Pour notre part, nous avons approuvé les orientations ayant guidé la rédaction de l'article 58 du projet de loi, qui tend, dans sa version actuelle, à rééquilibrer le dispositif d'exonération temporaire de l'impôt sur les sociétés défini à l'article 44 sexies .
L'application de ce dispositif représente, faut-il le rappeler, un certain coût, qui s'élèverait aujourd'hui, selon les estimations tirées du document d'évaluation des voies et moyens, à un milliard de francs.

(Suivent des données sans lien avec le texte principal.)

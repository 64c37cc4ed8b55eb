import { mkdtempSync, rmSync } from 'node:fs';
import { connect, type Socket } from 'node:net';
import { tmpdir } from 'node:os';
import path from 'node:path';
import { afterAll, describe, expect, it } from 'vitest';
import { startServerProcess } from './server-process.js';

const dataDir = mkdtempSync(path.join(tmpdir(), 'treadwise-drain-'));
afterAll(() => rmSync(dataDir, { recursive: true, force: true }));

// A slow reader of a large answer is tested on the HTTP layer itself
// (tests/api/graceful-close.test.ts): the process has no answer large enough to outgrow the
// socket buffers without depending on the sizing engine's answer ceiling.

/** Resolves once a new connection is refused: the server has stopped accepting. */
async function refusesConnections(url: string): Promise<void> {
  const { hostname, port } = new URL(url);
  for (;;) {
    const refused = await new Promise<boolean>((resolve) => {
      const s = connect(Number(port), hostname);
      s.once('connect', () => (s.destroy(), resolve(false)));
      s.once('error', () => resolve(true));
    });
    if (refused) return;
    await new Promise((r) => setTimeout(r, 20));
  }
}

/** A request whose body arrives in two parts, the second only when told: in flight at SIGTERM. */
function slowSender(url: string) {
  const { hostname, port } = new URL(url);
  const socket: Socket = connect(Number(port), hostname);
  const chunks: Buffer[] = [];
  socket.on('data', (c: Buffer) => chunks.push(c));
  socket.on('error', () => undefined);
  const ended = new Promise<void>((resolve) => socket.on('close', () => resolve()));
  const body = JSON.stringify({ email: 'nobody@example.test', password: 'not-the-password' });
  socket.write(`POST /v1/auth/sign-in HTTP/1.1\r\nHost: ${hostname}\r\nContent-Type: application/json\r\nContent-Length: ${body.length}\r\n\r\n${body.slice(0, 10)}`);
  return {
    async finish() {
      socket.write(body.slice(10));
      await ended;
      return Buffer.concat(chunks).toString();
    },
  };
}

describe('graceful shutdown on SIGTERM', () => {
  it('stops accepting, answers a request already in flight in full with Connection: close, then exits 0', async () => {
    const server = await startServerProcess({ DATA_DIR: dataDir, SHUTDOWN_DRAIN_MS: '60000' });
    const sender = slowSender(server.url);
    // The headers have reached the server before the signal (its answer to a fetch proves the
    // process is serving; the sender's bytes went out before it).
    expect((await fetch(`${server.url}/v1/health`)).status).toBe(200);
    const exited = server.stop();
    await refusesConnections(server.url);
    const answer = await sender.finish();
    const [head, body] = answer.split('\r\n\r\n');
    expect(head).toMatch(/^HTTP\/1.1 401/); // a wrong password: a real answer, not a reset
    expect(head).toMatch(/\r\nConnection: close/i);
    expect(body.length).toBe(Number(/content-length: (\d+)/i.exec(head)![1]));
    expect(await exited).toBe(0);
  });
});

On notera aussi que la mise en oeuvre de ce dispositif a engendré un important contentieux fiscal, dont les dispositions de l'actuel article 58 permettraient d'ailleurs de limiter l'ampleur, voire d'amener la disparition.
Il est également indispensable de s'interroger sur la portée et l'efficacité réelles du dispositif en termes de développement économique et de création d'emplois. Nous étions très sceptiques lors de l'instauration du dispositif, et nous le demeurons.

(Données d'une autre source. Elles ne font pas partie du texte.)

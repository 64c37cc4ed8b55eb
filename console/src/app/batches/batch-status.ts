import type { Batch, BatchStatus } from '../core/api-types.js';

/**
 * Statuses after which a job changes no more. Kept here rather than imported from shared/schemas,
 * which would pull zod into this screen's chunk; the spec holds the two lists equal.
 */
export const FINAL_STATUSES: readonly BatchStatus[] = ['succeeded', 'stopped', 'cancelled', 'failed'];

/** Longest job name the API takes (shared/schemas/batch-jobs.ts MAX_JOB_NAME_LENGTH; the spec checks). */
export const JOB_NAME_MAX = 120;

export function isFinal(status: BatchStatus): boolean {
  return FINAL_STATUSES.includes(status);
}

/** The chip's word for a status, and why a job ended early. */
export function statusText(batch: Pick<Batch, 'status' | 'stopReason'>): string {
  switch (batch.status) {
    case 'queued':
      return 'Queued';
    case 'running':
      return 'Running';
    case 'succeeded':
      return 'Finished';
    case 'stopped':
      return batch.stopReason === 'quota_exceeded' ? 'Stopped: quota used up' : 'Stopped';
    case 'cancelled':
      return 'Cancelled';
    case 'failed':
      return 'Failed';
  }
}

/** What a person calls a job: its name, else the start of its id. */
export function jobLabel(batch: Pick<Batch, 'id' | 'name'>): string {
  return batch.name ?? `Job ${batch.id.slice(0, 8)}`;
}

/** `1 h 4 min`, `3 min 20 s`, `45 s`; a dash when the API gives no estimate. */
export function formatEta(seconds: number | null): string {
  if (seconds === null || !Number.isFinite(seconds)) return '—';
  const s = Math.max(0, Math.round(seconds));
  if (s < 60) return `${s} s`;
  const h = Math.floor(s / 3600);
  const m = Math.floor((s % 3600) / 60);
  if (h > 0) return m > 0 ? `${h} h ${m} min` : `${h} h`;
  const rest = s % 60;
  return rest > 0 ? `${m} min ${rest} s` : `${m} min`;
}

/** Rows per second with sensible precision: `0.4`, `12`, `1,250`. */
export function formatRate(rowsPerSecond: number | null): string {
  if (rowsPerSecond === null || !Number.isFinite(rowsPerSecond)) return '—';
  const digits = rowsPerSecond < 10 ? 1 : 0;
  return `${rowsPerSecond.toLocaleString('en', { maximumFractionDigits: digits })} rows/s`;
}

En effet, nous pensons que la meilleure incitation au développement économique des parties du territoire dites défavorisées réside non pas dans l'accumulation de facilités fiscales ou d'allégements de cotisations sociales, mais dans une meilleure allocation des ressources du crédit aux entreprises en faveur des véritables « entreprises nouvelles ».
Ces observations expliquent que nous ne voterons pas cet amendement de la commission des finances, pas plus que nous n'avions voté les deux précédents.
M. Philippe Marini, rapporteur général. Je demande la parole.
M. le président. La parole est à M. le rapporteur général.
M. Philippe Marini, rapporteur général. Je voudrais rappeler à M. le secrétaire d'Etat que la disposition prévue par notre amendement vise à apporter une simplification, qui devrait amener une réduction du contentieux.
En effet, il suffit aujourd'hui qu'une entreprise exerce à titre accessoire une activité de nature immobilière ou financière pour que puissent lui être opposées les dispositions actuelles du code général des impôts et que, bien que créant réellement des emplois dans une zone aidée au sens de l'aménagement du territoire, elle se voit privée de l'exonération d'impôt sur les bénéfices, ce qui suscite un contentieux nourri.
Alors, que veut-on ? Veut-on oui ou non que le système des ZRU et des ZRR soit efficace ? Un emploi n'en vaut-il pas un autre ?
Vous avez dit, monsieur le secrétaire d'Etat, qu'il n'y avait sans doute guère d'entreprises de ces secteurs d'activité qui soient localisées spécifiquement dans les zones en question. Par conséquent, puisqu'il y en a si peu, et puisque la simplification proposée aurait pour effet de réduire les difficultés d'application des textes préexistants, vous ne risquez pas grand-chose à accepter la suggestion que nous formulons.
M. le président. Personne ne demande plus la parole ?...
Je mets aux voix l'amendement n° II-47 rectifié, repoussé par le Gouvernement.

(L'amendement est adopté.)
M. le président. Personne ne demande la parole ?...
Je mets aux voix l'article 58, modifié.